Seeking help to understand NixOps use cases

koolean · January 13, 2020, 10:51am

I apologize in advance if my question sounds stupid. I would like to understand if NixOps can help in my use case.

In my company, we have 100+ customers and for each of them, we would like to deploy a physical server. Each server will serve a web application for control and reporting of a manufacturing process. Each server will be physically located at the corresponding customer’s facility, not in the cloud.

So I will have to manage a set of 100+ physical machines that do the same thing. However, these machines will be independent from each other, they are for different customers are not designed to communicate between each other.

Reading through the NixOps manual and playing a bit with the tool, I have the feeling NixOps is mostly designed for networks of several machines where each machine accomplishes a specific task for a broader common goal. The documentation part about deploying to physical NixOS machine being so small, I also have the feeling the tool is designed for the cloud.

So, I would like to know if NixOps can be helpful in my scenario and how.

peterhoeg · January 13, 2020, 12:15pm

We are not quite at 100+ customers yet (working on it!) but we are using nixops the way you describe.

We have a deployment per customer (and some wrappers that take care of setting the state properly, export/import to .json). As most of the servers are similar (or serve a similar purpose), the configuration is shared with a bunch of helper functions that configure things per customer.

It works really well. Feel free to ask more questions.

joehealy · January 13, 2020, 12:56pm

We also use nixops in a similar manner. We have both physical and virtual machines at customer (and our own) sites. These are typically in very remote locations and the ability for someone unskilled to reboot and rollback has been invaluable on a number of occasions. We have experimented with automatic rollbacks in the event of network failures, but so far still prefer to have a human in the loop.

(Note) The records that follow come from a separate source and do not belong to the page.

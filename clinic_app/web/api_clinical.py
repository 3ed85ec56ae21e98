"""The clinical JSON API: assess (stores nothing) and the rulebook the phones apply."""

from __future__ import annotations

from flask import jsonify

from clinic_app.clinical.assess import assess
from clinic_app.clinical.rulebook import rulebook_json
from clinic_app.clinical.types import AssessmentInputError
from clinic_app.i18n import _
from clinic_app.storage import settings as settings_store
from clinic_app.storage.db import get_db
from clinic_app.web.api import api_error, bp, json_body


def input_error_response(exc: AssessmentInputError):
    """The 422 answer for bad assessment input, one message per bad field."""
    if exc.code == "implausible_weight":
        message = _("The weight looks implausible for this age. Check it, or confirm it if it "
                    "is right.")
    else:
        message = _("Some fields need correcting.")
    return api_error(422, exc.code, message, exc.fields)


@bp.post("/assess")
def assess_route():
    data = json_body()
    try:
        result = assess(data, settings_store.load(get_db()))
    except AssessmentInputError as exc:
        return input_error_response(exc)
    return jsonify(result)


@bp.get("/rulebook")
def rulebook_route():
    response = jsonify(rulebook_json(settings_store.load(get_db())))
    response.headers["Cache-Control"] = "no-cache"
    return response
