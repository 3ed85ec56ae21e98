"""The start page after login: the places each role can go from here."""

from __future__ import annotations

from flask import Blueprint, current_app, g, render_template, url_for

from clinic_app.i18n import lazy_gettext

bp = Blueprint("home", __name__)

ALL = ("chw", "nurse", "supervisor", "admin")

# (endpoint, label, roles). Entries whose endpoint is not registered are skipped, so a
# blueprint adds its own line here and the menu never links to a missing page.
MENU = [
    ("assess.new", lazy_gettext("New assessment"), ALL),
    ("cases.index", lazy_gettext("Cases"), ALL),
    ("cases.due", lazy_gettext("Due now"), ("chw", "nurse")),
    ("supervisor.index", lazy_gettext("Weekly tallies and alerts"), ("supervisor", "admin")),
    ("supervisor.supplies", lazy_gettext("ORS and zinc stock"), ("nurse",)),
    ("admin.index", lazy_gettext("Clinic settings and users"), ("admin",)),
    ("enrol.ready", lazy_gettext("Is this phone ready to work offline?"), ("chw", "nurse")),
]


@bp.get("/")
def index():
    role = g.user["role"]
    menu = [{"url": url_for(endpoint), "label": label}
            for endpoint, label, roles in MENU
            if role in roles and endpoint in current_app.view_functions]
    return render_template("home/index.html", user=g.user, menu=menu)
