"""A user's own account: choosing a new password after an admin issued a one-time one.

An account created or reset by an admin carries ``must_change_password``; until its owner picks
a password of their own, every page leads here (and the JSON API answers 403), so the password
the admin saw works exactly once.
"""

from __future__ import annotations

from flask import Blueprint, current_app, g, redirect, render_template, request, url_for
from flask_wtf import FlaskForm
from wtforms import PasswordField
from wtforms.validators import DataRequired, EqualTo, Length

from clinic_app import clock
from clinic_app.i18n import _, lazy_gettext
from clinic_app.passwords import hash_password, verify_password
from clinic_app.storage import audit, users
from clinic_app.storage.db import get_db, write

bp = Blueprint("account", __name__, url_prefix="/account")

# What a user who must change their password may still reach.
ALLOWED_ENDPOINTS = {"account.password", "auth.logout", "api.logout", "static"}


class PasswordForm(FlaskForm):
    current = PasswordField(lazy_gettext("Password you were given"),
                            validators=[DataRequired(), Length(max=256)])
    new = PasswordField(lazy_gettext("New password"), validators=[DataRequired(), Length(max=256)])
    confirm = PasswordField(lazy_gettext("New password again"), validators=[
        DataRequired(), EqualTo("new", message=lazy_gettext("The two new passwords differ."))])


def enforce_password_change():
    """Called by the access gate once g.user is known: a response, or None to carry on."""
    user = g.get("user")
    if user is None or not user["must_change_password"]:
        return None
    if request.endpoint in ALLOWED_ENDPOINTS:
        return None
    if request.path.startswith("/api/"):
        from clinic_app.web.api import api_error

        return api_error(403, "password_change_required",
                         _("Choose a new password first (open the app and log in)."))
    return redirect(url_for("account.password"))


@bp.route("/password", methods=["GET", "POST"])
def password():
    form = PasswordForm()
    status = 200
    if form.validate_on_submit():
        minimum = int(current_app.config["PASSWORD_MIN_LENGTH"])
        if not verify_password(g.user["password_hash"], form.current.data):
            form.current.errors.append(_("This is not the password you were given."))
        elif len(form.new.data) < minimum:
            form.new.errors.append(_("Use at least %(n)d characters.", n=minimum))
        elif form.new.data == form.current.data:
            form.new.errors.append(_("Choose a password different from the one you were given."))
        else:
            hashed = hash_password(form.new.data)
            conn = get_db()
            with write(conn):
                users.set_password(conn, g.user["id"], hashed, must_change=False)
                audit.record(conn, at=clock.iso(clock.now()), user_id=g.user["id"],
                             action="password_change", record_type="user",
                             record_id=str(g.user["id"]))
            return redirect(url_for("home.index"))
        status = 400
    elif form.is_submitted():
        status = 400
    return render_template("account/password.html", form=form), status
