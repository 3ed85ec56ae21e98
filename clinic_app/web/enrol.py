"""Phone enrolment: the clinic CA download, its fingerprint, install steps and a QR code.

Public and plain: no login, no patient data. ``serve --tls`` also serves these paths (and only
these) over plain HTTP, because a phone can reach nothing else before it trusts the clinic CA.
"""

from __future__ import annotations

import io
import re

import segno
from flask import Blueprint, Response, current_app, render_template

from clinic_app import serving, tls
from clinic_app.storage import profile
from clinic_app.storage.db import get_db
from clinic_app.web import public

bp = Blueprint("enrol", __name__, url_prefix="/enrol")


def app_origin() -> str:
    """The HTTPS address phones use: the configured fixed address and TLS port."""
    cfg = current_app.config
    return serving.origin(str(cfg["HOST"]), int(cfg["TLS_PORT"]))


def _ca_path():
    return tls.TLSPaths.for_instance(serving.cert_dir(current_app)).ca_cert


def _download_name() -> str:
    name = profile.load(get_db()).clinic_name or "clinic"
    return re.sub(r"[^A-Za-z0-9]+", "-", name).strip("-").lower() + "-ca.crt"


@bp.get("")
@public
def index():
    ca = _ca_path()
    fingerprint = tls.ca_fingerprint_sha256(ca) if ca.exists() else None
    return render_template(
        "enrol/index.html",
        fingerprint=fingerprint,
        # Sixteen pairs per line: easier to compare on a phone screen than one long string.
        fingerprint_lines=[fingerprint[i : i + 48].rstrip(":") for i in range(0, 96, 48)]
        if fingerprint
        else [],
        origin=app_origin(),
        clinic_name=profile.load(get_db()).clinic_name,
    )


@bp.get("/ca.crt")
@public
def ca_certificate():
    ca = _ca_path()
    if not ca.exists():
        return Response("The clinic certificate is not set up yet.\n", 404, mimetype="text/plain")
    # DER with the CA certificate type: Android's installer and iOS's profile prompt both take it.
    response = Response(tls.ca_der(ca), mimetype="application/x-x509-ca-cert")
    response.headers["Content-Disposition"] = f'attachment; filename="{_download_name()}"'
    return response


def enrol_address() -> str:
    """The plain-HTTP address of this page, where a phone starts before it trusts the CA."""
    cfg = current_app.config
    return serving.origin(str(cfg["HOST"]), int(cfg["PORT"]), "http") + "/enrol"


def _qr_svg(text: str) -> Response:
    buffer = io.BytesIO()
    segno.make(text, error="m").save(buffer, kind="svg", scale=6, border=2, xmldecl=False,
                                     title=text)
    return Response(buffer.getvalue(), mimetype="image/svg+xml")


@bp.get("/qr.svg")
@public
def qr_code():
    """QR code of the HTTPS app address (scanned once the CA is installed)."""
    return _qr_svg(app_origin() + "/")


@bp.get("/enrol-qr.svg")
@public
def enrol_qr_code():
    """QR code of this enrolment page's plain-HTTP address (shown on the admin page)."""
    return _qr_svg(enrol_address())


@bp.get("/ready")
@public
def ready():
    return render_template("enrol/ready.html", origin=app_origin())
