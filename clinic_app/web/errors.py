"""Friendly, translated error pages; JSON errors under /api/. Never a stack trace."""

from __future__ import annotations

from flask import render_template, request
from flask_wtf.csrf import CSRFError
from werkzeug.exceptions import HTTPException, InternalServerError

from clinic_app.i18n import _, lazy_gettext

TITLES = {
    400: lazy_gettext("The request could not be understood"),
    401: lazy_gettext("Please log in"),
    403: lazy_gettext("This page is not for your role"),
    404: lazy_gettext("Page not found"),
    405: lazy_gettext("This action is not allowed here"),
    413: lazy_gettext("What was sent is too large"),
    429: lazy_gettext("Too many attempts"),
    500: lazy_gettext("Something went wrong on the clinic server"),
}

CODES = {400: "bad_request", 401: "login_required", 403: "forbidden", 404: "not_found",
         405: "method_not_allowed", 413: "too_large", 415: "unsupported_media_type",
         429: "too_many_requests", 500: "server_error"}


def _respond(status: int, message: str, code: str | None = None):
    if request.path.startswith("/api/"):
        from clinic_app.web.api import api_error

        return api_error(status, code or CODES.get(status, "error"), message)
    title = TITLES.get(status, TITLES[500] if status >= 500 else TITLES[400])
    return render_template("errors/error.html", status=status, title=title,
                           message=message), status


def handle_http(exc: HTTPException):
    status = exc.code or 500
    return _respond(status, str(TITLES.get(status, exc.name)))


def handle_csrf(exc: CSRFError):
    return _respond(400, _("The form expired or was sent from elsewhere. Reload the page and "
                           "try again."), "csrf_failed")


def handle_unexpected(exc: Exception):
    # Logged with its traceback for the administrator; the user sees a plain page.
    from flask import current_app

    current_app.logger.exception("Unhandled error on %s %s", request.method, request.path)
    return _respond(500, str(TITLES[500]))


def init_app(app) -> None:
    app.register_error_handler(CSRFError, handle_csrf)
    app.register_error_handler(HTTPException, handle_http)
    app.register_error_handler(InternalServerError, handle_http)
    app.register_error_handler(Exception, handle_unexpected)
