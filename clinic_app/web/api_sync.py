"""Phone sync: device registration, the exactly-once case upload, and reading one case.

Sync calls authenticate with a device token (``Authorization: Bearer``) plus the custom header
``X-Clinic-Sync: 1``: a cross-site page can send neither without a CORS preflight, which this
server never grants, so the upload is exempt from the form-token check that expires after an hour.
"""

from __future__ import annotations

import re
import uuid
from datetime import datetime

from flask import g, jsonify, request

from clinic_app import clock
from clinic_app.clinical.rulebook import rulebook_version
from clinic_app.i18n import _
from clinic_app.storage import audit, cases, devices
from clinic_app.storage import settings as settings_store
from clinic_app.storage.db import get_db, write
from clinic_app.web import public
from clinic_app.web.api import ApiError, api_error, bp, json_body
from clinic_app.web.csrf import csrf

MAX_BATCH = 500
_TEXT_LIMITS = {"area": 100, "caregiver_language": 35, "household_ref": 64, "note": 2000}


class CaseRejected(ValueError):
    """One case of a batch is not acceptable; the message says why."""


@bp.post("/devices")
def register_device():
    data = request.get_json(silent=True) or {}
    label = data.get("label") if isinstance(data, dict) else None
    label = label.strip()[:100] if isinstance(label, str) else ""
    conn = get_db()
    at = clock.iso(clock.now())
    with write(conn):
        device_id, token = devices.register(conn, g.user["id"], label=label, created_at=at)
        audit.record(conn, at=at, user_id=g.user["id"], action="device.register",
                     record_type="device", record_id=device_id, device_id=device_id)
    return jsonify({"device_id": device_id, "token": token}), 201


def _same_origin(origin: str) -> bool:
    return origin.rstrip("/") == request.host_url.rstrip("/")


def sync_device():
    """The device of an authenticated sync call, or an ApiError (401/403)."""
    header = request.headers.get("Authorization", "")
    if not header.startswith("Bearer ") or not header[7:].strip():
        raise ApiError(401, "token_required", _("This call needs the phone's sync token."))
    device = devices.by_token(get_db(), header[7:].strip())
    # Disabling a user also revokes their phones; those uploads still come in, quarantined.
    # A phone revoked on its own (lost, stolen) of an active user is refused.
    if device is None or (device["revoked_at"] is not None and device["user_active"]):
        raise ApiError(401, "bad_token",
                       _("This phone is not registered or was revoked. Log in again."))
    if request.headers.get("X-Clinic-Sync") != "1":
        raise ApiError(403, "sync_header_required", _("The sync header is missing."))
    if request.mimetype != "application/json":
        raise ApiError(403, "json_required", _("Send the cases as JSON."))
    origin = request.headers.get("Origin")
    if origin is not None and not _same_origin(origin):
        raise ApiError(403, "bad_origin", _("This call must come from the app itself."))
    return device


def sync_batch(field: str) -> tuple:
    """(device, records) of an authenticated sync upload ``{field: [...]}``, or an ApiError."""
    device = sync_device()
    batch = json_body().get(field)
    if not isinstance(batch, list):
        raise ApiError(400, "bad_batch", _('The body must be {"%(field)s": [...]}.', field=field))
    if len(batch) > MAX_BATCH:
        raise ApiError(413, "batch_too_large",
                       _("Send at most %(n)s records at a time.", n=MAX_BATCH))
    return device, batch


def recompute(inputs: dict, settings, rejected: type[Exception]) -> dict:
    """The server's own assessment of uploaded input; ``rejected`` when the input is invalid."""
    from clinic_app.clinical.assess import assess
    from clinic_app.clinical.types import AssessmentInputError

    try:
        return assess(inputs, settings)
    except AssessmentInputError as exc:
        detail = "; ".join(f"{k}: {v}" for k, v in sorted(exc.fields.items()))
        raise rejected(_("The assessment input is not valid (%(detail)s).",
                         detail=detail)) from None


def _text(case: dict, name: str, *, required: bool = False) -> str | None:
    value = case.get(name)
    if value is None and not required:
        return None
    if not isinstance(value, str) or len(value) > _TEXT_LIMITS[name]:
        raise CaseRejected(_("%(field)s must be text of at most %(n)s characters.",
                             field=name, n=_TEXT_LIMITS[name]))
    return value


def _count(value: object, name: str) -> int:
    if value is None:
        return 0
    if isinstance(value, bool) or not isinstance(value, int) or not 0 <= value <= 1000:
        raise CaseRejected(_("given.%(field)s must be a whole number from 0 to 1000.",
                             field=name))
    return value


def _created_at(value: object) -> str:
    if not isinstance(value, str) or not re.match(r"^\d{4}-\d\d-\d\dT", value):
        raise CaseRejected(_("created_at must be an ISO 8601 date and time."))
    try:
        datetime.fromisoformat(value.replace("Z", "+00:00"))
    except ValueError:
        raise CaseRejected(_("created_at must be an ISO 8601 date and time.")) from None
    return value


def _case_id(value: object) -> str:
    try:
        return str(uuid.UUID(value)) if isinstance(value, str) and len(value) == 36 else ""
    except ValueError:
        return ""


def build_case(raw: dict, *, user_id: int, device_id: str | None, user_active: bool,
               received_at: str, settings) -> cases.NewCase:
    """Check one uploaded case and recompute its result; raise CaseRejected when unusable."""
    case_id = _case_id(raw.get("id"))
    if not case_id or case_id != raw.get("id"):
        raise CaseRejected(_("id must be a lower-case UUID."))
    if not isinstance(raw.get("input"), dict) or not isinstance(raw.get("result"), dict):
        raise CaseRejected(_("input and result must be JSON objects."))
    given = raw.get("given") or {}
    if not isinstance(given, dict):
        raise CaseRejected(_("given must be a JSON object."))
    if not isinstance(raw.get("referral_made", False), bool):
        raise CaseRejected(_("referral_made must be true or false."))
    server_result = recompute(raw["input"], settings, CaseRejected)
    return cases.NewCase(
        id=case_id, created_at=_created_at(raw.get("created_at")), received_at=received_at,
        user_id=user_id, device_id=device_id, area=_text(raw, "area") or "",
        input=raw["input"], result=raw["result"], server_result=server_result,
        payload_hash=cases.payload_hash(raw),
        ors_sachets=_count(given.get("ors_sachets"), "ors_sachets"),
        zinc_tablets=_count(given.get("zinc_tablets"), "zinc_tablets"),
        referral_made=bool(raw.get("referral_made", False)),
        caregiver_language=_text(raw, "caregiver_language") or "",
        household_ref=_text(raw, "household_ref"), note=_text(raw, "note"),
        quarantined=not user_active)


def store_case(conn, case: cases.NewCase, raw: dict, *, in_transaction: bool = False) -> str:
    """Upsert one case with its audit entry in one transaction (its own, or the caller's when
    ``in_transaction``); return its status."""
    if not in_transaction:
        with write(conn):
            return store_case(conn, case, raw, in_transaction=True)
    status = cases.upsert(conn, case, raw)
    if status != "duplicate":
        action = {"created": "case.create", "conflict": "case.conflict"}[status]
        audit.record(conn, at=case.received_at, user_id=case.user_id, action=action,
                     record_type="case", record_id=case.id, device_id=case.device_id)
    return status


@bp.post("/cases")
@public
@csrf.exempt
def upload_cases():
    device, batch = sync_batch("cases")
    conn = get_db()
    settings = settings_store.load(conn)
    received_at = clock.iso(clock.now())
    results: list = []
    ready = []
    for raw in batch:
        raw_id = raw.get("id") if isinstance(raw, dict) else None
        try:
            if not isinstance(raw, dict):
                raise CaseRejected(_("Each case must be a JSON object."))
            case = build_case(raw, user_id=device["user_id"], device_id=device["id"],
                              user_active=bool(device["user_active"]),
                              received_at=received_at, settings=settings)
        except CaseRejected as exc:
            results.append({"id": raw_id, "status": "rejected", "error": str(exc)})
            continue
        ready.append((len(results), case, raw))
        results.append(None)
    # One transaction for the whole batch (computed above, outside the write lock): a full or
    # read-only disk stores none of it, and the phone's retry sends it whole again.
    with write(conn):
        for index, case, raw in ready:
            results[index] = {"id": case.id, "error": None,
                              "status": store_case(conn, case, raw, in_transaction=True)}
        devices.touch(conn, device["id"], received_at)
    # The rulebook in force: a phone holding another version fetches it after this sync.
    return jsonify({"results": results, "rulebook_version": rulebook_version(settings)})


@bp.get("/cases/<case_id>")
def get_case(case_id: str):
    conn = get_db()
    row = cases.get_case_for_user(conn, case_id, g.user)
    if row is None:
        return api_error(404, "not_found", _("No such case."))
    with write(conn):
        audit.record(conn, at=clock.iso(clock.now()), user_id=g.user["id"], action="case.view",
                     record_type="case", record_id=row["id"])
    # A re-send that differed (a conflict) never overwrote the case: it is kept for review here.
    body = cases.as_json(row)
    body["conflicts"] = [cases.conflict_json(c) for c in cases.conflicts_for(conn, row["id"])]
    return jsonify(body)
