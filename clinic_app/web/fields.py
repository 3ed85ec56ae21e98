"""Form fields shared by the HTML forms."""

from __future__ import annotations

from wtforms import IntegerField as _WTFormsIntegerField

# Far beyond any count, volume or setting a clinic form asks for.
MAX_DIGITS = 12


class IntegerField(_WTFormsIntegerField):
    """WTForms' IntegerField, refusing absurdly long numbers as an ordinary field error.

    WTForms' NumberRange compares through ``math.isnan``, which raises OverflowError (a server
    error) on an integer with more than about 300 digits; found by tests/reliability/
    test_fuzz_forms.py.
    """

    def process_formdata(self, valuelist):
        if valuelist and isinstance(valuelist[0], str) and \
                len(valuelist[0].strip().lstrip("+-")) > MAX_DIGITS:
            self.data = None
            raise ValueError(self.invalid_value_message
                             or self.gettext("Not a valid integer value."))
        super().process_formdata(valuelist)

We manage each customer with their own repository and buildkite (https://buildkite.com) pipeline to run the nixops tool to build and push out configuration changes. Typically we break the pipeline into a number of steps (build, push to test machine, push to production machine), with a breakpoint (ie human intervention) between each critical step.

We could do this without nixops (ie just with nix/nixos) like at Haskell for all: NixOS in production, but have found nixops provides plenty of benefits that it is worth using.

One of the big benefits is it gives our support engineers the same interface/process for updates no matter whether the machine is physical, hosted in the clients virtualisation infrastructure or a cloud based system.

In terms of deploying remotely, when we have had a remote client and spares were some time away, we were able to send them a usb image which was preconfigured to connect back to our infrastructure, then they burnt and inserted the usb stick in some other spare hardware. Once it booted and connected to us via openvpn, we were able to use nixops to put the latest config/installation of the previous machine on immediately.

Would definitely recommended nix/nixops.

koolean · January 13, 2020, 2:08pm

Good to know that I am on the right track.

How do you do the very first NixOS install on the target machines? Do you automate this process? If yes, is the disk partitioning also part of the automated process? The idea for me is to avoid repetitive and error-prone manual install.

koolean · January 13, 2020, 2:24pm

Thank you for your feedback. It is nice to know that several people recommend NixOps in my use case.

As asked to @peterhoeg, I would also be interested to know how you handle the initial NixOS install on the physical machines. I am also in a scenario where I need to work remotely with few or no skilled human on the remote side so I am trying to find the most effective solution for the initial install.

peterhoeg · January 13, 2020, 4:14pm

[quote=“koolean, post:4, topic:5468”]
How do you do the very first NixOS install on the target machines? Do you automate this process? If yes, is the disk partitioning also part of the automated process? [/quote]

That part isn’t super advanced - a script to handle a base install (pure vanilla but will run on all VM platforms) into a VM which is then exported as an image that can then be imported to the hypervisor of choice.

That part is not great but not really a big deal as it’s only done once per hypervisor type and the manual import is truly a one-off thing.

joehealy · January 13, 2020, 9:57pm

We use an updated version of this repo: GitHub - GeoscienceAustralia/NixOS-Machines to build initial images for customers to install in the vmware/hyperv/xenserver environments.

For local physical devices, we so far just do a manual install as it is a relatively rare event and easy to do. If we had to do more than a 3-4 at a time, we would write a script that did partitioning and installation and add it to a custom usb installer.

For remote physical devices (with someone capable of booting off usb at remote end), we send a custom usb image as described above.

koolean · January 16, 2020, 1:14pm

So, you mean that a machine without NixOS installed on it but simply running NixOS, is enough to be used as a target host by NixOps. Is that correct?

joehealy · May 12, 2020, 6:13am

Sorry for the delay in replying. Any machine running Nixos can be used as a target, however it is best if it will boot into it permanently. So we send them a bootable usb, they plug it in, it connects to our vpn - which lets us log in and install nixos on the hardware. The person at the remote end then unplugs the usb, performs a couple of reboot tests and we then deploy with nixops over the top.